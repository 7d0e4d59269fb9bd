// What a trainer should tell each observer, and when a session's answers are too few to judge the
// group by. Plain words built from the numbers computeResults already has; pure.
import type { FailedRule } from '../../shared/api/calibration-answers.js';
import type { LabTuple } from '../../shared/colour/lab.js';
import type { KappaInterval } from '../../shared/stats/kappa-interval.js';

/**
 * Fewest specimens answered by two or more observers before κ is worth judging. Our own rule of
 * thumb: with fewer, one changed pick moves κ by a band or more (common practice, no source).
 */
export const MIN_KAPPA_SPECIMENS = 10;
/** Fewest observers before the group's κ says something about a group (our own). */
export const MIN_OBSERVERS = 3;
/** A same-field-chip share from which an observer "finds the right field chip" (our own: 4 in 5). */
export const GOOD_FIELD_HIT_RATE = 0.8;
/** A mean shift on one CIELAB axis from which it is named as a bias (about one just-noticeable unit; common practice, no source). */
const BIAS_NOTICE = 1;

const fmt = (v: number, d = 2) => v.toFixed(d).replace('-', '−');

/** What the observer's numbers are, for the rules. */
export interface AdviceInput {
  n: number;
  specimens: number;
  meanDeltaE00: number | null;
  fieldHitRate: number | null;
  bias: LabTuple | null;
  kappa: number | null;
  thresholds: { kappa: number; deltaE00: number };
  /** Labels of the specimens whose field chip they missed. */
  missedLabels: string[];
}

/** Each certification rule the observer does not meet, in words. */
export function failedRules(x: AdviceInput): FailedRule[] {
  const out: FailedRule[] = [];
  if (x.specimens === 0 || x.n < x.specimens) out.push({ rule: 'complete', text: `answered ${x.n} of ${x.specimens} specimens; every specimen must be answered` });
  if (x.kappa === null) out.push({ rule: 'kappa', text: `the group's Fleiss' κ is not defined yet; it must be at least ${x.thresholds.kappa}` });
  else if (x.kappa < x.thresholds.kappa) out.push({ rule: 'kappa', text: `the group's Fleiss' κ ${fmt(x.kappa)} is below the rule ${x.thresholds.kappa}` });
  if (x.meanDeltaE00 !== null && x.meanDeltaE00 > x.thresholds.deltaE00) out.push({ rule: 'deltaE00', text: `mean ΔE00 ${fmt(x.meanDeltaE00)} is above the limit ${x.thresholds.deltaE00}` });
  return out;
}

/** The axis words of the largest shift ("lighter"), or null when no shift reaches BIAS_NOTICE. */
function biasWord(bias: LabTuple | null): string | null {
  if (!bias) return null;
  const words = [['lighter', 'darker'], ['redder', 'greener'], ['yellower', 'bluer']] as const;
  const axis = [0, 1, 2].reduce((best, k) => (Math.abs(bias[k]!) > Math.abs(bias[best]!) ? k : best), 0);
  if (Math.abs(bias[axis]!) < BIAS_NOTICE) return null;
  return words[axis]![bias[axis]! > 0 ? 0 : 1];
}

/**
 * One or two sentences a trainer can say to the observer. When the observer finds the right field
 * chip yet their mean ΔE00 is high, both figures are true at once and the sentence says why: a
 * field chip is a coarse cell (neighbours about ΔE00 6–10 apart), so a pick can sit in the right
 * cell and still be several ΔE00 from the reference.
 */
export function observerAdvice(x: AdviceInput): string {
  if (x.n === 0) return 'No answers yet: ask them to answer every specimen.';
  const parts: string[] = [];
  const hit = x.fieldHitRate ?? 0;
  const mean = x.meanDeltaE00;
  const bias = biasWord(x.bias);
  const biasText = bias ? ` Their picks read ${bias} than the references on average: ask them to look for that.` : '';
  if (mean !== null && mean > x.thresholds.deltaE00 && hit >= GOOD_FIELD_HIT_RATE) {
    parts.push(
      `They picked the reference's field chip on ${Math.round(hit * 100)} % of specimens, but the chips they picked sit on average ${fmt(mean)} ΔE00 from the references (limit ${x.thresholds.deltaE00}): a field chip is a coarse cell, so practise choosing the nearest fine chip within it (Calibration → Practice).${biasText}`,
    );
  } else if (mean !== null && mean > x.thresholds.deltaE00) {
    const missed = x.missedLabels.length ? ` (${x.missedLabels.join('; ')})` : '';
    parts.push(`They missed the reference's field chip on ${Math.round((1 - hit) * 100)} % of specimens${missed}, and their mean ΔE00 is ${fmt(mean)} (limit ${x.thresholds.deltaE00}): practise the field card first, then the fine chips (Calibration → Practice).${biasText}`);
  } else if (mean !== null) {
    parts.push(`Their picks are close to the references (mean ΔE00 ${fmt(mean)}, limit ${x.thresholds.deltaE00}) and ${Math.round(hit * 100)} % were in the reference's field chip.${biasText}`);
  }
  if (x.n < x.specimens) parts.push(`They answered ${x.n} of ${x.specimens} specimens: every specimen must be answered to be certified.`);
  if (x.kappa !== null && x.kappa < x.thresholds.kappa) parts.push(`The group as a whole agrees too little (κ ${fmt(x.kappa)}, rule ${x.thresholds.kappa}): go through the specimens the group split on together.`);
  return parts.join(' ');
}

/** Why the session's answers are too few to judge the group by; empty when they are enough. */
export function sampleWarnings(kappaSpecimens: number, observers: number, interval: KappaInterval | null, kappaThreshold: number): string[] {
  const out: string[] = [];
  if (kappaSpecimens < MIN_KAPPA_SPECIMENS) out.push(`Sample too small to judge: κ rests on ${kappaSpecimens} ${kappaSpecimens === 1 ? 'specimen' : 'specimens'} answered by two or more observers; we ask for at least ${MIN_KAPPA_SPECIMENS} (our own rule of thumb), because with fewer one changed pick moves κ a lot.`);
  if (observers < MIN_OBSERVERS) out.push(`Sample too small to judge: ${observers} ${observers === 1 ? 'observer' : 'observers'}; a group's κ needs at least ${MIN_OBSERVERS} (our own rule of thumb).`);
  if (interval && interval.lower < kappaThreshold && interval.upper >= kappaThreshold) out.push(`The 95 % interval of κ, ${fmt(interval.lower)} to ${fmt(interval.upper)}, spans the threshold ${kappaThreshold}: these answers cannot tell whether the group meets it.`);
  return out;
}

TASK DESCRIPTION.
State how many lines in the records above contain the word "join", giving only the number.

FINISHED EXERCISE.
2